In the last few weeks of the election campaign, Erdogan hardened his language, accusing opposition party candidates of having links with terrorists. In recent days, the President has openly stated that if his rivals are elected, they will not be allowed to govern. The Interior Minister even published police reports on several opposition candidates supposedly linked to terrorism.

These threats from the president did not surprise anyone; he has already undertaken similar actions. Erdogan appointed in 2017 directors in place of "mayors linked to terrorism" of the People's Democratic Party (HDP), the second largest opposition party, after its strong performance in the predominantly Kurdish cities of southeastern Turkey. He is now threatening all opposition parties, raising concerns about the sanctity of elections.

The prestige of Erdoğan at stake

Even though Sunday's elections are only local polls, Erdogan treats them as if he was the one on the ballot and his The government has used a wide range of measures to postpone the effects of an impending economic crisis.

These fiscal and monetary policies include tax cuts, employment subsidies to businesses, and cheap Credit Guarantee Fund or through public banks – in fact, creating "zombie companies". Other measures envisaged include the restructuring of corporate and consumer debt, price controls, the forcing of private banks to continue to develop business credit, the prohibition of the use of foreign exchange in most contracts and opening of food stands. control the prices of foodstuffs.

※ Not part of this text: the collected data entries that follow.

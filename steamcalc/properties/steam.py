"""Water and steam properties over IAPWS-IF97, the industrial formulation: the one interface.

A :class:`SteamState` is made by one of its explicit constructors (:meth:`SteamState.from_pT`,
:meth:`~SteamState.from_ph`, :meth:`~SteamState.from_ps`, :meth:`~SteamState.from_p_dryness`,
:meth:`~SteamState.from_T_dryness`); every value is SI: pressure Pa (absolute), temperature K,
specific enthalpy J/kg, specific entropy J/(kg K), density kg/m3. Input outside the range this
module accepts raises :class:`~steamcalc.errors.OutOfRangeError` naming the variable, the limit
and the IF97 region it belongs to; a pressure and temperature on the saturation line raise
:class:`~steamcalc.errors.AmbiguousStateError`. Nothing is clamped.

Two engines evaluate IF97 behind this interface (:mod:`steamcalc.properties.engines`): ``"iapws"``, the
engine of issued records and the default, and ``"fast"`` (seuif97) for sweeps, charts and
samples. Every constructor and function takes ``engine=`` ("iapws", "fast", or None for the
current context's choice, see :func:`using_engine`); a state remembers the engine that made it.
The range checks here are the same whichever engine evaluates.
"""

from __future__ import annotations

import math
from dataclasses import dataclass
from functools import cached_property

from .engines import (  # noqa: F401  (the engine choice is part of this interface)
    ENGINES, FAST_ENGINE, REFERENCE_ENGINE, current_engine, engine_module, other_engine, using_engine,
)
from .engines.common import (  # noqa: F401  (constants of the interface)
    CRITICAL_PRESSURE, CRITICAL_TEMPERATURE, MAX_PRESSURE, MAX_TEMPERATURE, MIN_PRESSURE, MIN_TEMPERATURE, PHASES,
    REFERENCE, two_phase_word,
)
from ..errors import AmbiguousStateError, OutOfRangeError

#: Tolerance within which a temperature counts as on the saturation line, K.
SATURATION_TOLERANCE = 1e-6

#: What each limit is and which IF97 region it bounds, as the range messages say it.
_LIMITS = {
    "pressure": ("below the triple-point pressure 0.00611213 bar(a), the lowest pressure taken here for "
                 "IF97 regions 1-3",
                 "above 1000 bar(a) (100 MPa), the upper pressure limit of IF97 regions 1-3"),
    "temperature": ("below 0 degC (273.15 K), the lower temperature limit of IF97 regions 1 and 2",
                    "above 800 degC (1073.15 K), the upper temperature limit of IF97 region 2 (region 5, "
                    "above it, is not used here)"),
    "saturation pressure": ("below the triple-point pressure 0.00611213 bar(a), where IF97 region 4 (the "
                            "saturation line) begins",
                            "above the critical pressure 220.64 bar(a), where IF97 region 4 (the saturation "
                            "line) ends: there is no saturation, boiling or wet steam above it"),
    "saturation temperature": ("below 0 degC (273.15 K), where IF97 region 4 (the saturation line) begins",
                               "above the critical temperature 373.946 degC (647.096 K), where IF97 region 4 "
                               "(the saturation line) ends: there is no saturation, boiling or wet steam "
                               "above it"),
    "dryness": ("below 0 (saturated liquid), the lower limit of a dryness fraction in IF97 region 4",
                "above 1 (saturated vapour), the upper limit of a dryness fraction in IF97 region 4"),
}


def _check(variable, value, low, high, unit, scale=1.0, limit="pressure"):
    """Refuse a value outside [low, high], naming the variable, the limit it crossed and the IF97 region."""
    if low <= value <= high:
        return
    shown = f"{value / scale:.6g} {unit}".rstrip()
    if unit == "K":
        shown += f" ({value - 273.15:.6g} degC)"
    low_text, high_text = _LIMITS[limit]
    where = "is not a number" if math.isnan(value) else f"is {low_text}" if value < low else f"is {high_text}"
    raise OutOfRangeError(f"{variable} of {shown} {where}", field=variable, value=value / scale,
                          limits=(low / scale, high / scale, unit))


_SAT_P = dict(limit="saturation pressure")
_SAT_T = dict(limit="saturation temperature")
_DRYNESS = dict(limit="dryness")


def saturation_temperature(pressure, *, engine=None):
    """Saturation temperature at a pressure.

    Parameters
    ----------
    pressure : float
        Absolute pressure, Pa; from 611.213 Pa to the critical pressure 22.064 MPa.
    engine : str, optional
        "iapws" or "fast"; default the current context's engine.

    Returns
    -------
    float
        Saturation temperature, K.

    Notes
    -----
    Backward saturation-temperature equation of IF97 region 4,
    :math:`T_s = (n_{10} + D - \\sqrt{(n_{10}+D)^2 - 4(n_9 + n_{10} D)})/2`.

    References
    ----------
    IAPWS R7-97(2012), equation (31); check values in Table 36.

    Examples
    --------
    >>> round(saturation_temperature(0.1e6), 6)
    372.755919
    >>> round(saturation_temperature(0.1e6, engine="fast"), 6)
    372.755919
    """
    _check("pressure", pressure, MIN_PRESSURE, CRITICAL_PRESSURE, "bar(a)", 1e5, **_SAT_P)
    return engine_module(engine).saturation_temperature(pressure)


def saturation_pressure(temperature, *, engine=None):
    """Saturation pressure at a temperature.

    Parameters
    ----------
    temperature : float
        Temperature, K; from 273.15 K to the critical temperature 647.096 K.
    engine : str, optional
        "iapws" or "fast"; default the current context's engine.

    Returns
    -------
    float
        Saturation pressure, Pa (absolute).

    Notes
    -----
    Saturation-pressure equation of IF97 region 4,
    :math:`p_s = [2C/(-B + \\sqrt{B^2 - 4AC})]^4`.

    References
    ----------
    IAPWS R7-97(2012), equation (30); check values in Table 35.

    Examples
    --------
    >>> round(saturation_pressure(500.0) / 1e6, 8)
    2.63889776
    """
    _check("temperature", temperature, MIN_TEMPERATURE, CRITICAL_TEMPERATURE, "K", **_SAT_T)
    return engine_module(engine).saturation_pressure(temperature)


def dynamic_viscosity(temperature, density):
    """Dynamic viscosity of water or steam, Pa·s, from temperature (K) and density (kg/m³).

    References
    ----------
    IAPWS R12-08, Release on the IAPWS Formulation 2008 for the Viscosity of Ordinary Water
    Substance, equation (10) without the critical enhancement (industrial use, through iapws).

    Examples
    --------
    >>> round(dynamic_viscosity(473.15, 5.0) * 1e6, 3)
    15.866
    """
    from iapws._iapws import _Viscosity

    _check("temperature", temperature, 273.15, 1173.15, "K")
    return float(_Viscosity(density, temperature))


def thermal_conductivity(temperature, density):
    """Thermal conductivity of water or steam, W/(m·K), from temperature (K) and density (kg/m³).

    References
    ----------
    IAPWS R15-11, Release on the IAPWS Formulation 2011 for the Thermal Conductivity of
    Ordinary Water Substance (through iapws).

    Examples
    --------
    >>> round(thermal_conductivity(418.15, 1.7), 4)
    0.0293
    """
    from iapws._iapws import _ThCond

    _check("temperature", temperature, 273.15, 1173.15, "K")
    return float(_ThCond(density, temperature))


def backward_temperature_region1(pressure, enthalpy):
    """IF97 backward equation T(p, h) of region 1 (compressed liquid), reference engine.

    Parameters
    ----------
    pressure : float
        Absolute pressure, Pa.
    enthalpy : float
        Specific enthalpy, J/kg.

    Returns
    -------
    float
        Temperature, K, from the backward equation alone (no iteration).

    References
    ----------
    IAPWS R7-97(2012), equation (11); check values in Table 7.

    Examples
    --------
    >>> round(backward_temperature_region1(3e6, 500e3), 6)
    391.798509
    """
    return engine_module(REFERENCE_ENGINE).backward_temperature_ph(pressure, enthalpy, 1)


def backward_temperature_region2(pressure, enthalpy):
    """IF97 backward equations T(p, h) of region 2 (sub-regions 2a, 2b, 2c), reference engine.

    Parameters
    ----------
    pressure : float
        Absolute pressure, Pa.
    enthalpy : float
        Specific enthalpy, J/kg.

    Returns
    -------
    float
        Temperature, K, from the backward equation alone (no iteration).

    References
    ----------
    IAPWS R7-97(2012), equations (22)-(24) with the boundaries (20)-(21); check
    values in Table 24.

    Examples
    --------
    >>> round(backward_temperature_region2(3e6, 3000e3), 6)
    575.37337
    """
    return engine_module(REFERENCE_ENGINE).backward_temperature_ph(pressure, enthalpy, 2)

Nevertheless, the seasonally adjusted and adjusted GDP figures of the 2018 calendar show that the economy halted in the second quarter and began to contract in the third quarter, even before the currency crisis in August.

The Turkish economy fell by 3% in the third quarter of 2018, had been planned. And with inflation of 19.7%, Turkey is now officially in stagflation mode.

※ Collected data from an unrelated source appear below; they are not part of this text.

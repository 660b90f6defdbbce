"""Writing a case file from edited inputs (the workbook's "Save case file"), never over another one.

The workbook's inputs are saved as a case file that ``steamcalc run`` reads like any other, so the
case file and the record issued from it stay in step. The user's own texts are written as typed
(``"16 bar(g)"``, ``"header:LP"``), so the file read back gives the same ``Inputs`` and the same
"as given" column in the record.

A case file is never replaced: the file is created only if its name is free (an exclusive link
of a fully written temporary file, so two savers at once cannot both win and a kill leaves no
half-written file), and a revision of a case id that a case file in the folder already holds
with other contents is refused with the next free revision named. Saving contents that a case
file already holds writes nothing and says so.
"""

from __future__ import annotations

import math
import os
import re
import tempfile
import tomllib
from dataclasses import dataclass
from pathlib import Path

from ..errors import CaseFileError, SteamcalcError

#: The first line of a written case file.
HEADER = ("# steamcalc case file, saved from the workbook. Edit it like any case file; a changed case\n"
          "# gets a new revision (it is not overwritten).\n")


@dataclass(frozen=True)
class SavedCase:
    """What saving did: the case file's path and ``"written"`` or ``"unchanged"`` (already there)."""

    path: Path
    status: str


def case_file_name(case_id, revision):
    """The file name a saved revision gets.

    Examples
    --------
    >>> case_file_name("LD-01", "B")
    'LD-01_revB.toml'
    """
    return f"{case_id}_rev{revision}.toml"


def next_revision(revision):
    """The revision after this one: A → B, Z → AA, B1 → B2, 09 → 10, 1.2 → 1.3.

    Examples
    --------
    >>> [next_revision(r) for r in ("A", "Z", "az", "B1", "09", "1.2", "P-")]
    ['B', 'AA', 'ba', 'B2', '10', '1.3', 'P-1']
    """
    digits = re.search(r"(\d+)$", revision)
    if digits:
        number = digits.group(1)
        return revision[:digits.start()] + str(int(number) + 1).zfill(len(number))
    letters = re.search(r"([A-Za-z]+)$", revision)
    if not letters:
        return revision + "1"
    chars = list(letters.group(1))
    i = len(chars) - 1
    while i >= 0:
        if chars[i] in "zZ":
            chars[i] = "a" if chars[i] == "z" else "A"
            i -= 1
            continue
        chars[i] = chr(ord(chars[i]) + 1)
        break
    else:
        chars.insert(0, "a" if chars[0] == "a" else "A")
    return revision[:letters.start()] + "".join(chars)


# -- TOML out (only what case files hold: text, numbers, true/false, lists, tables) ----------

def _toml_string(text):
    out = ['"']
    for ch in text:
        if ch == '"':
            out.append('\\"')
        elif ch == "\\":
            out.append("\\\\")
        elif ch in "\n\t\r":
            out.append({"\n": "\\n", "\t": "\\t", "\r": "\\r"}[ch])
        elif ord(ch) < 0x20 or ord(ch) == 0x7F:
            out.append(f"\\u{ord(ch):04X}")
        else:
            out.append(ch)
    out.append('"')
    return "".join(out)


def _toml_value(value):
    if isinstance(value, bool):
        return "true" if value else "false"
    if isinstance(value, int):
        return str(value)
    if isinstance(value, float):
        if not math.isfinite(value):
            raise CaseFileError("a case file holds finite numbers only", value=value)
        return repr(value)
    if isinstance(value, str):
        return _toml_string(value)
    if isinstance(value, (list, tuple)):
        return "[" + ", ".join(_toml_value(v) for v in value) + "]"
    raise CaseFileError(f"cannot be written to a case file ({type(value).__name__})", value=value)


def _bare_key(key):
    return key if re.fullmatch(r"[A-Za-z0-9_-]+", key) else _toml_string(key)


def toml_text(document):
    """A case document (tables of values, one level of sub-tables) as TOML text.

    Examples
    --------
    >>> print(toml_text({"case": {"id": "X-1"}, "inputs": {"p": "2 bar(g)", "valve": {"fl": 0.9}}}), end="")
    [case]
    id = "X-1"
    <BLANKLINE>
    [inputs]
    p = "2 bar(g)"
    <BLANKLINE>
    [inputs.valve]
    fl = 0.9
    """
    blocks = []
    for name, table in document.items():
        plain = {k: v for k, v in table.items() if not isinstance(v, dict)}
        lines = [f"[{_bare_key(name)}]"] + [f"{_bare_key(k)} = {_toml_value(v)}" for k, v in plain.items()]
        blocks.append("\n".join(lines))
        for sub, subtable in table.items():
            if isinstance(subtable, dict):
                lines = [f"[{_bare_key(name)}.{_bare_key(sub)}]"]
                lines += [f"{_bare_key(k)} = {_toml_value(v)}" for k, v in subtable.items()]
                blocks.append("\n".join(lines))
    return "\n\n".join(blocks) + "\n"


# -- the case document ------------------------------------------------------------------------

def _case_value(kind, raw):
    """A form value as the case file holds it: true/false for flags, numbers as numbers, texts as typed."""
    if kind == "flag" and isinstance(raw, str) and raw.strip().lower() in ("true", "false", "yes", "no"):
        return raw.strip().lower() in ("true", "yes")
    if isinstance(raw, float) and raw.is_integer() and abs(raw) < 2 ** 53:
        return int(raw)
    if isinstance(raw, tuple):
        return list(raw)
    return raw


def case_document(case, values, inputs_class, uncertainty=None, folder=None):
    """The TOML document of a case with these input values.

    Parameters
    ----------
    case : steamcalc.cases.site.Case
        Identity (kind, id, title, revision, preparer), site file and notes.
    values : dict
        Field name → the user's value (text as typed, or a number), as a form or
        :func:`steamcalc.cases.site.flatten_inputs` gives them.
    inputs_class : type
        The kind's Inputs class (its fields' sections and case-file keys).
    uncertainty : dict, optional
        The ``[uncertainty]`` table (tolerances and settings); defaults to the case's own.
    folder : Path, optional
        Where the file will be written: the site file is named relative to it.
    """
    from ..calcs.base import field_key, input_fields

    meta = {"kind": case.kind, "id": case.id, "title": case.title, "revision": case.revision}
    if case.prepared_by:
        meta["prepared_by"] = case.prepared_by
    if case.site_path is not None:
        base = Path(folder) if folder is not None else Path(case.path).parent
        meta["site"] = Path(os.path.relpath(os.path.abspath(case.site_path), os.path.abspath(base))).as_posix()
    inputs = {}
    for f in input_fields(inputs_class):
        if f.name not in values or values[f.name] is None or values[f.name] == "":
            continue
        value = _case_value(f.metadata["kind"], values[f.name])
        section = f.metadata["section"]
        target = inputs if section is None else inputs.setdefault(section, {})
        target[field_key(f)] = value
    document = {"case": meta, "inputs": inputs}
    table = case.uncertainty if uncertainty is None else uncertainty
    if table:
        document["uncertainty"] = {k: _case_value("", v) for k, v in table.items()}
    if case.notes:
        document["assumptions"] = {"notes": list(case.notes)}
    return document


def _contents(document, folder):
    """What makes two case files the same case: everything but the site path's spelling."""
    meta = dict(document.get("case", {}))
    site = meta.pop("site", None)
    if site is not None:
        meta["site"] = os.path.normpath(os.path.join(os.path.abspath(folder), site))
    return {**document, "case": meta}


def _same_revision_files(folder, case_id, revision):
    """(path, document) of each case file in the folder holding this id and revision."""
    found = []
    for path in sorted(Path(folder).glob("*.toml")):
        try:
            from .inputfiles import read_text_file
            document = tomllib.loads(read_text_file(path, "case file"))
        except (SteamcalcError, tomllib.TOMLDecodeError, RecursionError):
            continue   # not a readable case file: it holds no revision
        meta = document.get("case")
        if isinstance(meta, dict) and meta.get("id") == case_id and str(meta.get("revision", "A")) == revision:
            found.append((path, document))
    return found


def free_revision(folder, case_id, revision):
    """The first revision after ``revision`` that no case file in ``folder`` holds or is named for."""
    taken = set()
    for path in Path(folder).glob("*.toml"):
        taken.add(path.name)
    candidate = next_revision(revision)
    for _ in range(1000):
        if case_file_name(case_id, candidate) not in taken and not _same_revision_files(folder, case_id, candidate):
            return candidate
        candidate = next_revision(candidate)
    return candidate


def write_new_file(path, text):
    """Create ``path`` with ``text``, or raise FileExistsError: never replaces a file.

    The text is written and flushed to a temporary file beside it, then linked to the name
    (which fails if the name is taken), so a reader sees the whole file or none.
    """
    path = Path(path)
    descriptor, temporary = tempfile.mkstemp(dir=path.parent, prefix=f".{path.name}.", suffix=".partial")
    try:   # a failed write (disk full, a text that cannot be encoded) removes its temporary file too
        with os.fdopen(descriptor, "w", encoding="utf-8", newline="\n") as handle:
            handle.write(text)
            handle.flush()
            os.fsync(handle.fileno())
        os.link(temporary, path)
    finally:
        os.unlink(temporary)


def save_case(case, values, inputs_class, folder=None, uncertainty=None):
    """Write a case's inputs as a new case file (``<id>_rev<revision>.toml``) in ``folder``.

    Parameters
    ----------
    case : steamcalc.cases.site.Case
        The case as edited (its revision is the one saved).
    values, inputs_class, uncertainty
        As for :func:`case_document`.
    folder : str or Path, optional
        Where to write; defaults to the folder of the case file the case was read from.

    Returns
    -------
    SavedCase
        ``written``, or ``unchanged`` when a case file there already holds exactly this revision.

    Raises
    ------
    CaseFileError
        When this revision of the case is already in a case file with other contents, or the
        file name is taken: naming the file, and the next free revision as the fix.
    """
    from .site import is_file_name_part

    for name in ("id", "revision"):   # they make the file name: nothing that leads out of the folder
        if not is_file_name_part(getattr(case, name)):
            raise CaseFileError(f"the {name} is text of letters, digits, '.', '_' and '-', not starting with '.', at most 80 "
                                "characters",
                                field=name, value=getattr(case, name), fix=f"give a plain {name}, e.g. {'LD-02' if name == 'id' else 'B'}")
    folder = Path(folder) if folder is not None else Path(case.path).parent
    document = case_document(case, values, inputs_class, uncertainty, folder)
    text = HEADER + "\n" + toml_text(document)
    if tomllib.loads(text) != document:   # the writer must round-trip what it wrote
        raise CaseFileError("the case could not be written so that it reads back the same",
                            fix="report this; save the record instead")
    try:
        text.encode("utf-8")
    except UnicodeEncodeError as exc:     # a lone surrogate, which a browser can send
        raise CaseFileError("a text holds a character that cannot be written to a file "
                            f"(an unpaired surrogate at position {exc.start} of the case file)",
                            fix="retype the title, notes or inputs without it") from None
    mine = _contents(document, folder)
    for path, existing in _same_revision_files(folder, case.id, case.revision):
        if _contents(existing, folder) == mine:
            return SavedCase(path, "unchanged")
        free = free_revision(folder, case.id, case.revision)
        raise CaseFileError(
            f"revision {case.revision} of {case.id} is already saved in {path.name}, with other inputs; "
            "it is not overwritten", source=str(path), field="revision", value=case.revision,
            fix=f"raise the revision to {free}: these inputs are then saved as {case_file_name(case.id, free)}")
    path = folder / case_file_name(case.id, case.revision)
    try:
        write_new_file(path, text)
    except FileExistsError:
        free = free_revision(folder, case.id, case.revision)
        raise CaseFileError(f"{path.name} already exists and is not overwritten", source=str(path),
                            field="revision", value=case.revision,
                            fix=f"raise the revision to {free}: these inputs are then saved as "
                                f"{case_file_name(case.id, free)}") from None
    except OSError as exc:
        raise CaseFileError(f"the case file could not be written: {exc.strerror or exc}", source=str(path),
                            fix="check that the folder exists and that you may write to it") from None
    return SavedCase(path, "written")


__all__ = ["save_case", "case_document", "toml_text", "next_revision", "free_revision", "case_file_name",
           "SavedCase", "write_new_file"]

Pedestrians pbad an exchange office in Istanbul on August 9 as the Turkish lira continues to lose value against major international currencies and inflation spikes. Photo: Diego Cupolo / NurPhoto
Pedestrians pbad an exchange office in Istanbul on August 9 as the Turkish lira continues to lose value against major international currencies and inflation spikes. Photo: Diego Cupolo / NurPhoto

Erdogan and his government stubbornly ignore the facts that the Turkish economy has accumulated structural problems As a result of a debt-driven economic growth strategy that has been worsened by desperate economic policies, citizens are increasingly aware of the seriousness of the situation. Despite constant public badurances by his son-in-law Albayrak on the health of his economy and reading it, citizens have lost confidence – as their banking habits show.

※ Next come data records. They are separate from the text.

def build_register(folder, trusted_dir=None, recompute=True, remember=False, workers=1):
    """Every record of a site folder (its ``records/``) or of a records folder.

    Parameters
    ----------
    folder : str or Path
        A site folder (holding site.toml) or a records folder.
    trusted_dir : str or Path, optional
        The trusted signers (default: the user's settings, else ``trusted_signers/`` of the site; never a
        list in the records folder, :func:`steamcalc.signing.trust.resolve_trust`).
    recompute : bool
        Re-run every record to verify it (see :func:`register_row`).
    remember : bool
        Use and keep this machine's memory of what the same software verified and drew before
        (:mod:`steamcalc.review.memory`); off by default: every record is recomputed and drawn (a register
        someone signs against must not rest on a cache); ``register --remember`` turns it on.
    workers : int
        Processes that may recompute records at once (forked copies of this one, :mod:`.forked`; fewer where
        the platform cannot fork or this process has threads). 1 (the default, as in a workbook's kernel)
        keeps to this process; the command line gives the machine's cores.

    Returns
    -------
    list of RegisterRow
        Sorted by id, then revision.
    """
    from ..properties.engines import remembering_states
    from ..records.record import load_record
    from ..signing.trust import resolve_trust
    from .forked import map_forked, usable_workers
    from .memory import RegisterMemory

    site_dir, records_dir = _folders(folder)
    files = sorted(records_dir.glob("*.json")) if records_dir.is_dir() else []
    if not files:
        # An empty register would read as "nothing wrong here": a folder without records is a wrong path.
        raise SteamcalcError("no records (*.json) in this folder" if records_dir.is_dir() else
                             "no records folder here", source=str(records_dir),
                             fix="name a site folder whose records/ holds records, or a records folder; "
                                 "issue the records first with steamcalc run")
    trusted = resolve_trust(records_dir, trusted_dir, site_dir).keys
    memory = RegisterMemory.open() if recompute and remember else None
    cases = _cases_by_id(site_dir)
    site_file = site_dir / "site.toml" if site_dir else None
    site_record = _site_records()

    def read(path):
        """``(record, both digests hold)``, or ``(the unreadable file's row, None)``."""
        whole = []

        def known_valid(data):
            # Digests checked once here. A record this software verified before, byte for byte (its digest
            # intact), followed the schema then.
            whole.append(_intact(data))
            return memory is not None and whole[0] and memory.verified(data, True) is not None
        try:
            record = load_record(path, known_valid=known_valid)
        except SteamcalcError as exc:
            return RegisterRow(json=path.name, verification=f"not a readable record ({exc.message})", valid=False,
                               stale=["not a readable record"], path=str(path)), None
        return record, whole[0]

    # Each record is read, recomputed and drawn where its row is made, as if it were the latest revision of its
    # id; which revision is the latest is known once every file is read, and the rows it supersedes are then
    # marked (revision_columns). A site's records share its headers' states: each is evaluated once in each
    # process, and every record is still recomputed in full (remembering changes no value, only how often).
    def row(i):
        record, whole = read(files[i])
        if whole is None:
            return record, None, None
        case, case_warning = case_for_record(record, cases.get(record["id"], []))
        if case is not None and case.site_path is not None:
            site_path = case.site_path
        else:
            site_path = site_file
        answer = register_row(files[i], record, trusted=trusted, case=case, site_path=site_path,
                              later_revision=None, recompute=recompute, case_warning=case_warning, memory=memory,
                              intact=whole, site_record=site_record)
        # What a forked copy's memory learnt of this record goes back with the row; the parent keeps it.
        return answer, whole, None if memory is None else memory.learnt(record, whole)

    with remembering_states():
        # Records are read and recomputed in forked copies of this process when it may; each copy starts with the
        # memory as it was read, and what it learns comes back with its rows. The first is done here first, so
        # that the copies start with what it imported (the property engine, the reports' templates) instead of
        # each importing its own.
        shared = workers > 1 and recompute and len(files) > 1
        answers = [row(0)] if shared else []
        done = len(answers)
        count = usable_workers(len(files) - done, workers) if shared else 1
        answers += map_forked(lambda k: row(done + k), len(files) - done, count)
    if memory is not None:
        for _, _, learnt in answers:
            memory.absorb(learnt)
    readable = [(answer, whole) for answer, whole, _ in answers if whole is not None]
    unreadable = [answer for answer, whole, _ in answers if whole is None]
    # An edited file (its digest broken) supersedes no intact revision; an id with none intact keeps its
    # highest revision as the latest. (Either digest broken: the record is edited.)
    with_intact = {answer.id for answer, whole in readable if whole}
    latest = {}
    for answer, whole in readable:
        if not whole and answer.id in with_intact:
            continue
        if answer.id not in latest or revision_order(answer.revision) > revision_order(latest[answer.id]):
            latest[answer.id] = answer.revision
    rows = []
    for answer, _ in readable:
        top = latest[answer.id]
        if revision_order(answer.revision) < revision_order(top):
            revision_columns(answer, top)
        rows.append(answer)
    if memory is not None:
        memory.save()
    rows.sort(key=lambda r: (r.id, revision_order(r.revision)))
    return rows + unreadable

Turks are investing more and more money in foreign currency accounts to preserve the value of their badets and purchasing power. Dollarization is at its highest level since the 2001 crisis and more than half of bank deposits are now in foreign currency.

Thanks to the contraction of the economy and the decrease in the demand for business imports, the current account deficit is narrowing, while the demand for foreign exchange has not diminished. This reflects the current fragility of the economy and the lack of confidence of its citizens in their leaders.

Political badysts suggest that Erdogan's party could lose its majority in the capital Ankara and in the northwestern city of Bursa.Elections, economic problems and threats are now part of citizens' lives. With a 12.3% youUnemployment rate, 12.3% consumer inflation, 24% food and a declining economy, Sunday's polls will indicate whether Erdogan can maintain his grip on power.